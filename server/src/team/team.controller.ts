import { Body, Controller, Delete, Get, HttpCode, Param, Patch, Post } from '@nestjs/common';
import {
  ApiConflictResponse,
  ApiCreatedResponse,
  ApiNoContentResponse,
  ApiOkResponse,
  ApiOperation,
  ApiTags,
} from '@nestjs/swagger';
import { RoleRequestDto } from '../auth/dto/auth.dto.js';
import { can } from '../auth/permissions.js';
import { CurrentPrincipal, Meta, RequestMeta, SessionPrincipal } from '../auth/request-context.js';
import { SessionAuth } from '../common/decorators/access.decorator.js';
import { problem } from '../common/decorators/problem-responses.js';
import {
  CreateInviteRequestDto,
  InviteListResponseDto,
  InviteResponseDto,
  MemberListResponseDto,
  MemberResponseDto,
} from './dto/team.dto.js';
import { InvitesService } from './invites.service.js';
import { toInviteDto, toMemberDto, toSeatsDto } from './team.mapper.js';
import { TeamService } from './team.service.js';

@ApiTags('team')
@Controller('team')
export class TeamController {
  constructor(
    private readonly team: TeamService,
    private readonly invites: InvitesService,
  ) {}

  @Get('members')
  @SessionAuth(...can('team:manage'))
  @ApiOperation({
    summary: "Members of the organisation, their roles, and the seats used against the plan's.",
  })
  @ApiOkResponse({ type: MemberListResponseDto })
  async listMembers(@CurrentPrincipal() p: SessionPrincipal): Promise<MemberListResponseDto> {
    const [members, seats] = await Promise.all([
      this.team.listMembers(p.organizationId),
      this.team.seats(p.organizationId),
    ]);
    return { data: members.map(toMemberDto), seats: toSeatsDto(seats) };
  }

  @Patch('members/:userId')
  @SessionAuth(...can('team:manage'))
  @ApiOperation({
    summary:
      "Change another member's role (only owners grant or change the owner role; nobody changes their own).",
  })
  @ApiOkResponse({ type: MemberResponseDto })
  @problem(
    403,
    'The member is you (`errors` names `userId`): nobody changes their own role; another admin or an owner does, and an owner can step down by transferring ownership. Or the change grants or takes away the owner role and you are not an owner.',
  )
  @ApiConflictResponse({ description: 'That would leave the organisation without an owner.' })
  async changeMemberRole(
    @CurrentPrincipal() p: SessionPrincipal,
    @Param('userId') userId: string,
    @Body() body: RoleRequestDto,
    @Meta() meta: RequestMeta,
  ): Promise<MemberResponseDto> {
    return toMemberDto(await this.team.changeRole(p, userId, body.role, meta));
  }

  @Delete('members/:userId')
  @SessionAuth(...can('team:manage'))
  @HttpCode(204)
  @ApiOperation({
    summary: 'Remove a member; their sessions stop working for this organisation at once.',
  })
  @ApiNoContentResponse()
  @ApiConflictResponse({ description: 'That would leave the organisation without an owner.' })
  async removeMember(
    @CurrentPrincipal() p: SessionPrincipal,
    @Param('userId') userId: string,
    @Meta() meta: RequestMeta,
  ): Promise<void> {
    await this.team.removeMember(p, userId, meta);
  }

  @Get('invites')
  @SessionAuth(...can('team:manage'))
  @ApiOperation({ summary: 'Invitations, newest first.' })
  @ApiOkResponse({ type: InviteListResponseDto })
  async listInvites(@CurrentPrincipal() p: SessionPrincipal): Promise<InviteListResponseDto> {
    return { data: (await this.invites.list(p.organizationId)).map(toInviteDto) };
  }

  @Post('invites')
  @SessionAuth(...can('team:manage'))
  @ApiOperation({
    summary: 'Invite someone by e-mail with a role (the link is valid for 7 days).',
    description:
      'A pending invitation holds one of the plan\'s seats until it is accepted, canceled or expires. When members plus pending invitations already fill the seats, the answer is a 409 problem with `limit: "seats"`, `limitValue` (the plan\'s seats), `count` (seats used), `members`, `pendingInvites` and `planCode`.',
  })
  @ApiCreatedResponse({ type: InviteResponseDto })
  @ApiConflictResponse({
    description:
      'Already a member, already invited, or no free seat (`limit: "seats"`: remove a member, cancel an invitation or change plan).',
  })
  async createInvite(
    @CurrentPrincipal() p: SessionPrincipal,
    @Body() body: CreateInviteRequestDto,
    @Meta() meta: RequestMeta,
  ): Promise<InviteResponseDto> {
    return toInviteDto(await this.invites.create(p, body.email, body.role, meta));
  }

  @Post('invites/:id/resend')
  @SessionAuth(...can('team:manage'))
  @HttpCode(200)
  @ApiOperation({
    summary: 'Send the invitation again with a new link and another 7 days.',
    description:
      'An expired invitation takes a seat again when re-sent: with no free seat the answer is the same 409 as for a new invitation (`limit: "seats"`).',
  })
  @ApiOkResponse({ type: InviteResponseDto })
  @ApiConflictResponse({
    description: 'Already accepted or canceled, or (expired invitations) no free seat.',
  })
  async resendInvite(
    @CurrentPrincipal() p: SessionPrincipal,
    @Param('id') id: string,
    @Meta() meta: RequestMeta,
  ): Promise<InviteResponseDto> {
    return toInviteDto(await this.invites.resend(p, id, meta));
  }

  @Delete('invites/:id')
  @SessionAuth(...can('team:manage'))
  @HttpCode(200)
  @ApiOperation({ summary: 'Cancel an invitation: its link stops working.' })
  @ApiOkResponse({ type: InviteResponseDto })
  async cancelInvite(
    @CurrentPrincipal() p: SessionPrincipal,
    @Param('id') id: string,
    @Meta() meta: RequestMeta,
  ): Promise<InviteResponseDto> {
    return toInviteDto(await this.invites.cancel(p, id, meta));
  }
}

> **Task**
Which lines of the data include the string "readonly"? Find them and copy each one.

> **Written answer**
    private readonly team: TeamService,
    private readonly invites: InvitesService,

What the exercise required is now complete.